Amélie Roux rested her palms on her knees, her cigarette precariously held. The cool insouciance of her pose reminded him of Marlene Dietrich. He could see she didn’t give a dam
n what they were doing here; she certainly didn’t intend to share her findings.
“Where are you from, Inspector?”
“Canada.”
She dismissed this by flicking the ash off the tip of her cigarette. “You look like those boys on Afghan Hill.”
Khattak made no reply. She must have seen his distaste, because she let the subject drop. If it had been a genuine inquiry into his background, he would have given her a forthright answer. It wasn’t, and they both knew it.
She took a deep drag of her cigarette, stubbed it out, and now she leaned forward so that her face was close to Rachel’s.
“The gunshots were heard just after midnight. It was dark, no one saw Audrey Clare leave the scene. No one saw anyone, for that matter, so that in itself is not exculpatory.”
“What about those streetlights at the perimeter? They look like they light up the camp fairly well.” Rachel had noticed them on the ride in.
“Not this far up the road. It’s nearly pitch-black at night here. These tents don’t have an independent electricity source, people muddle through as best as they can.”
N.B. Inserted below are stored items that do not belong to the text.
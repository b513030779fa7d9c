"""Each rule finds its breach in a small made-up project, at the right line, and leaves sound code alone."""

from __future__ import annotations

import hashlib
import json
from collections.abc import Callable, Iterable
from pathlib import Path

import pytest

from tests.layout import file_rules, import_rules, page_rules, record_rules, word_rules
from tests.layout.findings import Finding
from tests.layout.test_layout import RULES

Rule = Callable[[Path], Iterable[Finding]]
LONG = "row\n" * 401
UNFINISHED = "TO" + "DO"

# rule, file, its text, the line that has to be named (0: the rule must stay silent)
CASES: list[tuple[Rule, str, str, int]] = [
    (import_rules.fleet_knows_no_reliability, "fleet/a.py", "import os\nimport reliability.stats\n", 2),
    (import_rules.fleet_knows_no_reliability, "fleet/a.py", "def f():\n    from reliability import wording\n", 2),
    (import_rules.fleet_knows_no_reliability, "fleet/a.py", "from fleet import reliability_of_name\n", 0),
    (import_rules.stats_stand_alone, "reliability/stats/a.py", "from django.db import models\n", 1),
    (import_rules.stats_stand_alone, "reliability/stats/a.py", "\nfrom .. import wording\n", 2),
    (import_rules.stats_stand_alone, "reliability/stats/a.py", "import datetime\n", 1),
    (import_rules.stats_stand_alone, "reliability/stats/a.py", "from .b import fit\nimport numpy\n", 0),
    (import_rules.only_one_file_makes_life_data, "reliability/wording.py", "from fleet.models import Part\n", 1),
    (import_rules.only_one_file_makes_life_data, "reliability/lifetimes_from_fleet.py", "import fleet.models\n", 0),
    (import_rules.only_one_file_makes_life_data, "reliability/a.py", "from fleet.models.codes import natural_key\n", 0),
    (import_rules.only_one_file_makes_life_data, "reliability/views/life.py", "from fleet.models import Part\n", 0),
    (import_rules.charts_only_draw, "reliability/charts/a.py", "import plotly\nimport scipy.stats\n", 2),
    (import_rules.charts_only_draw, "reliability/charts/a.py", "from fleet.models import Part\n", 1),
    (import_rules.charts_only_draw, "reliability/charts/a.py", "from fleet.formats import number\n", 0),
    (import_rules.numbers_are_imported_late, "fleet/views/a.py", "import numpy as np\n", 1),
    (import_rules.numbers_are_imported_late, "fleet/views/a.py", "class A:\n    from scipy import stats\n", 2),
    (import_rules.numbers_are_imported_late, "reliability/stats/a.py", "import numpy\nfrom scipy import stats\n", 2),
    (import_rules.numbers_are_imported_late, "reliability/stats/a.py", "import scipy.optimize\n", 0),
    (import_rules.numbers_are_imported_late, "fleet/views/a.py", "def f():\n    import numpy\n", 0),
    (file_rules.files_are_short, "fleet/a.py", LONG, 401),
    (file_rules.files_are_short, "static/look/a.css", LONG, 401),
    (file_rules.files_are_short, "static/vendor/a.js", LONG, 0),
    (file_rules.files_are_short, "fleet/migrations/a.py", LONG, 0),
    (file_rules.folders_of_tests_are_packages, "tests/fleet/test_a.py", "", 1),
    (record_rules.bulk_writes_keep_history, "fleet/actions/a.py", "def f(rows):\n    rows.update(closed=True)\n", 2),
    (record_rules.bulk_writes_keep_history, "fleet/actions/a.py", "Part.objects.bulk_create(rows)\n", 1),
    (record_rules.bulk_writes_keep_history, "fleet/actions/a.py", "Part.objects.bulk_update(rows, ['a'])\n", 1),
    (record_rules.bulk_writes_keep_history, "fleet/actions/a.py", "seen.update({1: 2})\nsha.update(b'')\n", 0),
    (record_rules.bulk_writes_keep_history, "fleet/actions/a.py", "rows.update(n=1)  # no history: derived\n", 0),
    (record_rules.bulk_writes_keep_history, "fleet/transfer/a.py", "rows.update(closed=True)\n", 0),
    (record_rules.screens_use_the_gate, "fleet/views/a.py", "\nPart.objects.all()\n", 2),
    (record_rules.screens_use_the_gate, "reliability/forms/a.py", "Part._default_manager.all()\n", 1),
    (record_rules.screens_use_the_gate, "fleet/api/a.py", "get_object_or_404(Part, pk=1)\n", 1),
    (record_rules.screens_use_the_gate, "fleet/views/a.py", "get_object_or_404(parts_for(person), pk=1)\n", 0),
    (record_rules.screens_use_the_gate, "fleet/actions/a.py", "Part.objects.all()\n", 0),
    (page_rules.templates_obey_the_policy, "templates/a.html", '<p>\n<b style="color: red">x</b>', 2),
    (page_rules.templates_obey_the_policy, "templates/a.html", '<button onclick="go()">x</button>', 1),
    (page_rules.templates_obey_the_policy, "templates/a.html", "<p>\n<script>go()</script>", 2),
    (page_rules.templates_obey_the_policy, "templates/a.html", "<style>p {}</style>", 1),
    (page_rules.templates_obey_the_policy, "templates/a.html", '<a href="javascript:go()">x</a>', 1),
    (page_rules.templates_obey_the_policy, "templates/a.html", '<img src="//example.org/a.png">', 1),
    (page_rules.templates_obey_the_policy, "templates/a.html", '<link rel="icon" href="https://example.org/a">', 1),
    (page_rules.templates_obey_the_policy, "templates/a.html", '<button hx-on:click="go()">x</button>', 1),
    (page_rules.templates_obey_the_policy, "templates/a.html", '<script src="{% static "a.js" %}" defer></script>', 0),
    (page_rules.templates_obey_the_policy, "templates/a.html", '<a href="https://example.org/">a source</a>', 0),
    (page_rules.drawings_obey_the_policy, "fleet/life_lines.py", "\nbar = '<rect style=\"fill: red\">'\n", 2),
    (page_rules.drawings_obey_the_policy, "fleet/life_lines.py", "bar = '<rect class=\"bar\">'\n", 0),
    (page_rules.pages_do_not_shout, "templates/a.html", "<p>Saved.</p>\n<p>Well done!</p>", 2),
    (page_rules.pages_do_not_shout, "templates/a.html", "<!doctype html>{% if a != b %}{{ c }}{% endif %}", 0),
    (word_rules.nothing_is_left_unfinished, "fleet/a.py", f"\n# {UNFINISHED} later\n", 2),
    (word_rules.no_path_of_one_machine, "README.md", "cd /ho" + "me/ann/halfnut\n", 1),
    (word_rules.no_path_of_one_machine, "fleet/a.py", "path = '/t" + "mp/book'\n", 1),
    (word_rules.no_path_of_one_machine, "fleet/a.py", "path = '/m/K-9'\n", 0),
    (word_rules.tests_test_something, "tests/test_a.py", "def test_a():\n    assert True\n", 2),
    (word_rules.tests_test_something, "tests/test_a.py", "import time\ntime.sleep(1)\n", 2),
    (word_rules.tests_test_something, "tests/test_a.py", "@pytest.mark.skipif(old)\ndef test_a(): ...\n", 1),
    (word_rules.tests_test_something, "tests/test_a.py", "pytest.skip('no scanner here')\n", 0),
]


def name_of_case(case: tuple[Rule, str, str, int]) -> str:
    rule, path, _, line = case
    return f"{rule.__name__}-{path}-{'finds' if line else 'silent'}"


@pytest.mark.parametrize("case", CASES, ids=name_of_case)
def test_a_made_up_project(case: tuple[Rule, str, str, int], tmp_path: Path) -> None:
    rule, path, text, line = case
    (tmp_path / "tests").mkdir()
    (tmp_path / "tests" / "__init__.py").touch()
    (tmp_path / path).parent.mkdir(parents=True, exist_ok=True)
    (tmp_path / path).write_text(text)
    found = list(rule(tmp_path))
    if not line:
        assert found == []
        return
    assert [finding.line for finding in found] == [line]
    assert str(found[0]).startswith(str(Path(path).parent.as_posix() if "__init__" in found[0].path else path))
    assert len(found[0].remedy) > 20


def test_every_rule_has_been_seen_to_fail() -> None:
    seen = {rule for rule, _, _, line in CASES if line}
    assert {rule.__name__ for rule in RULES} - {rule.__name__ for rule in seen} == {"copied_libraries_are_as_listed"}


def copied(root: Path, text: bytes, **entry: str) -> list[str]:
    folder = root / "static" / "vendor"
    folder.mkdir(parents=True, exist_ok=True)
    (folder / "a.js").write_bytes(text)
    (folder / "manifest.json").write_text(json.dumps([{"file": "a.js", **entry}]))
    return [str(finding) for finding in file_rules.copied_libraries_are_as_listed(root)]


def test_a_copied_library_that_was_changed_is_found(tmp_path: Path) -> None:
    entry = {"name": "a", "version": "1.0", "licence": "MIT", "sha256": hashlib.sha256(b"one").hexdigest()}
    assert copied(tmp_path, b"one", **entry) == []
    assert "differs from its sha256" in copied(tmp_path, b"two", **entry)[0]
    assert "says no version" in copied(tmp_path, b"one", **(entry | {"version": ""}))[0]
    (tmp_path / "static" / "vendor" / "b.js").touch()
    assert "b.js:1: is not in" in copied(tmp_path, b"one", **entry)[0]


def test_a_copied_library_that_is_gone_is_found(tmp_path: Path) -> None:
    (tmp_path / "static" / "vendor").mkdir(parents=True)
    assert list(file_rules.copied_libraries_are_as_listed(tmp_path)) == []
    (tmp_path / "static" / "vendor" / "a.js").touch()
    assert "manifest.json:1: is missing" in str(next(iter(file_rules.copied_libraries_are_as_listed(tmp_path))))
    (tmp_path / "static" / "vendor" / "a.js").unlink()
    entry = {"file": "a.js", "name": "a", "version": "1", "licence": "MIT", "sha256": "0"}
    (tmp_path / "static" / "vendor" / "manifest.json").write_text(json.dumps([entry]))
    assert "which is not there" in str(next(iter(file_rules.copied_libraries_are_as_listed(tmp_path))))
Rachel pointed to the generator at the back of the tent. “This one does.”
“So the light goes inside, eh? Not outside.”
Khattak could see this was plausible. And it was a little more cooperation than he’d expected. He decided to be more forthcoming.
“The Canadian prime minister enjoys a close relationship with your president. It’s in the interest of both our countries to resolve these murders quickly. I’m happy to tell you what we’ve learned on our end, just as I want to assure you of the personal interest the prime minister has taken in the welfare of Audrey Clare.” He tried a smile—its only effect was a narrowing of Roux’s eyes.
But she must have seen the wisdom of his remarks, because she offered more.
“We are not at this point treating Mademoiselle Clare as a suspect. We have issued a Blue Notice.”